_WHAT TO DO_. Using the records below, repeat exactly the lines from the one holding "#[derive(Clone)]" through the one holding "says something else.", both ends included, and no others.

_SUPPLIED RECORDS_.

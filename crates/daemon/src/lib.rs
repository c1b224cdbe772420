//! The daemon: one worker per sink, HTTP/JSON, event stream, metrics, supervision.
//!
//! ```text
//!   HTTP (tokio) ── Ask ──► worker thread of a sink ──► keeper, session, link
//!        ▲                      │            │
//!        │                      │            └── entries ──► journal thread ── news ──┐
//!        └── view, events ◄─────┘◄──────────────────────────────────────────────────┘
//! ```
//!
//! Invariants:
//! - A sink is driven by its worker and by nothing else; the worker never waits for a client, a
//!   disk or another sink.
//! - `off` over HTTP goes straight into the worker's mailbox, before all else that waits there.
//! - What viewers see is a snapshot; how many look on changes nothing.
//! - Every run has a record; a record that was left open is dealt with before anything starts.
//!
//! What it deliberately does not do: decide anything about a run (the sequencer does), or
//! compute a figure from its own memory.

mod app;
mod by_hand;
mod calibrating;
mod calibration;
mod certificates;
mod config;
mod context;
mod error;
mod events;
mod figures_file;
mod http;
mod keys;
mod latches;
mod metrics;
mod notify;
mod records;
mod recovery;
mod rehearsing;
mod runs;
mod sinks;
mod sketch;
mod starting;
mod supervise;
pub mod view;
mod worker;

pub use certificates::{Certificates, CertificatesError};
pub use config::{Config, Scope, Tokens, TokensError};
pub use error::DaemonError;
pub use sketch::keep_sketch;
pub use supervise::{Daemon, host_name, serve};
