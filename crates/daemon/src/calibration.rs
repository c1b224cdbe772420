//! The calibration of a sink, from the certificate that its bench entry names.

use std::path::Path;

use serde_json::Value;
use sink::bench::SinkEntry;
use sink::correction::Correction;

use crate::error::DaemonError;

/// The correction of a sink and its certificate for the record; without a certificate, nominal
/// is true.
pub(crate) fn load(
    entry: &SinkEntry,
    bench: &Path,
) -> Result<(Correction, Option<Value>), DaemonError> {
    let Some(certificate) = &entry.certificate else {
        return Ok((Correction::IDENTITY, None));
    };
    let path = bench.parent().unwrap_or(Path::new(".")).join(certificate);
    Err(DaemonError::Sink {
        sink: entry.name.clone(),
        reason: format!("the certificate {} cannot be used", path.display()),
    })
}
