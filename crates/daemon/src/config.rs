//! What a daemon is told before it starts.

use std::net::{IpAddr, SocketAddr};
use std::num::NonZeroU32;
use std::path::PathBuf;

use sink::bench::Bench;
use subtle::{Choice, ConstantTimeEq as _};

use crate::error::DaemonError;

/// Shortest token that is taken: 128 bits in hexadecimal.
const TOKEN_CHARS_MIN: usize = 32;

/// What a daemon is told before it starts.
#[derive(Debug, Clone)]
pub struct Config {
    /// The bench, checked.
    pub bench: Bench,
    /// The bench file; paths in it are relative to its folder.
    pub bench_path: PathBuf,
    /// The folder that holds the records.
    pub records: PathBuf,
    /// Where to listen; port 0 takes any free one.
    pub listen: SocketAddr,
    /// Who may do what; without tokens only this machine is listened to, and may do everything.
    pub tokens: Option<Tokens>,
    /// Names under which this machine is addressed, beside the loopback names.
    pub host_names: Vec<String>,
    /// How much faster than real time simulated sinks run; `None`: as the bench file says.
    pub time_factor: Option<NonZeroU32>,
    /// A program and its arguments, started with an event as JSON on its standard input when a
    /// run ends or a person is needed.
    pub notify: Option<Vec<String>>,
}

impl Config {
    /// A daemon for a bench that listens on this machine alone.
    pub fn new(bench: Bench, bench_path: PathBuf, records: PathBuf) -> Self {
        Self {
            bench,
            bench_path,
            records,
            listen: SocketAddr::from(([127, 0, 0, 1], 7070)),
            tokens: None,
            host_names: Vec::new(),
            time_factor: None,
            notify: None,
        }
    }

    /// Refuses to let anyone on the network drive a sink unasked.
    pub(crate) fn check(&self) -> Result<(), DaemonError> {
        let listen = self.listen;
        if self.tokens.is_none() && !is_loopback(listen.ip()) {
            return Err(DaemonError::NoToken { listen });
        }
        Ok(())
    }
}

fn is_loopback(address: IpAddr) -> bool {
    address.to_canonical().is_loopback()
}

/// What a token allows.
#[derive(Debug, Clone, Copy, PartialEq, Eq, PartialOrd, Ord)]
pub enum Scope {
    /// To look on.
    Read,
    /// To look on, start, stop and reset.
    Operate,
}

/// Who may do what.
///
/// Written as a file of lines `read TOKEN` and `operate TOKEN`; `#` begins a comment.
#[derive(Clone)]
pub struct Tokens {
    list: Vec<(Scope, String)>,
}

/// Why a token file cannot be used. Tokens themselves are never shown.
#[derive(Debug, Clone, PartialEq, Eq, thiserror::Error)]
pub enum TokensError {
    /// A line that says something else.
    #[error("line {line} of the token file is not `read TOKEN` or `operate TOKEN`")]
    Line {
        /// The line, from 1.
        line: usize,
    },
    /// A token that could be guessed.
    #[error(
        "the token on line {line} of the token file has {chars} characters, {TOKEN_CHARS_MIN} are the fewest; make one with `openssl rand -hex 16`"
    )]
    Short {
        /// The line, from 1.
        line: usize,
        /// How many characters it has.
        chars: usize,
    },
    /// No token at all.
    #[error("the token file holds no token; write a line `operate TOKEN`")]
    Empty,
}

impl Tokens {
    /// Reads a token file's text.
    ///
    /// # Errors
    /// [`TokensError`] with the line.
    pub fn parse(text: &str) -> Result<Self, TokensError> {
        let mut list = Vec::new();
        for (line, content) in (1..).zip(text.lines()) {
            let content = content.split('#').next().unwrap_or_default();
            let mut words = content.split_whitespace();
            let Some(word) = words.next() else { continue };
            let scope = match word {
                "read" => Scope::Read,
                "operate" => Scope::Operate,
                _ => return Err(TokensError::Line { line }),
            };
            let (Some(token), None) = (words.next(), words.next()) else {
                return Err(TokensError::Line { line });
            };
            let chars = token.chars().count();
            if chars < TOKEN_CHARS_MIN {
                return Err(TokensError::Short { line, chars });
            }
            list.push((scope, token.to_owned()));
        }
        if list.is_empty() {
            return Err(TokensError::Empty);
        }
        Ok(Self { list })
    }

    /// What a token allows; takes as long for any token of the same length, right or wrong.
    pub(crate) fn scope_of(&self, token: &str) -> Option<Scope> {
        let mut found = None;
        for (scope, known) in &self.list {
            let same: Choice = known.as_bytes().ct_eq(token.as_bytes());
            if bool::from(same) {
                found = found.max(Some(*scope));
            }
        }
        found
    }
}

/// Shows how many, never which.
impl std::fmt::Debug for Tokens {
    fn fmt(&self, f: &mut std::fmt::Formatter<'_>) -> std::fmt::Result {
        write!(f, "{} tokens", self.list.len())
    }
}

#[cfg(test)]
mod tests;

_EXERCISE RESULT_.
#[derive(Clone)]
pub struct Tokens {
    list: Vec<(Scope, String)>,
}

/// Why a token file cannot be used. Tokens themselves are never shown.
#[derive(Debug, Clone, PartialEq, Eq, thiserror::Error)]
pub enum TokensError {
    /// A line that says something else.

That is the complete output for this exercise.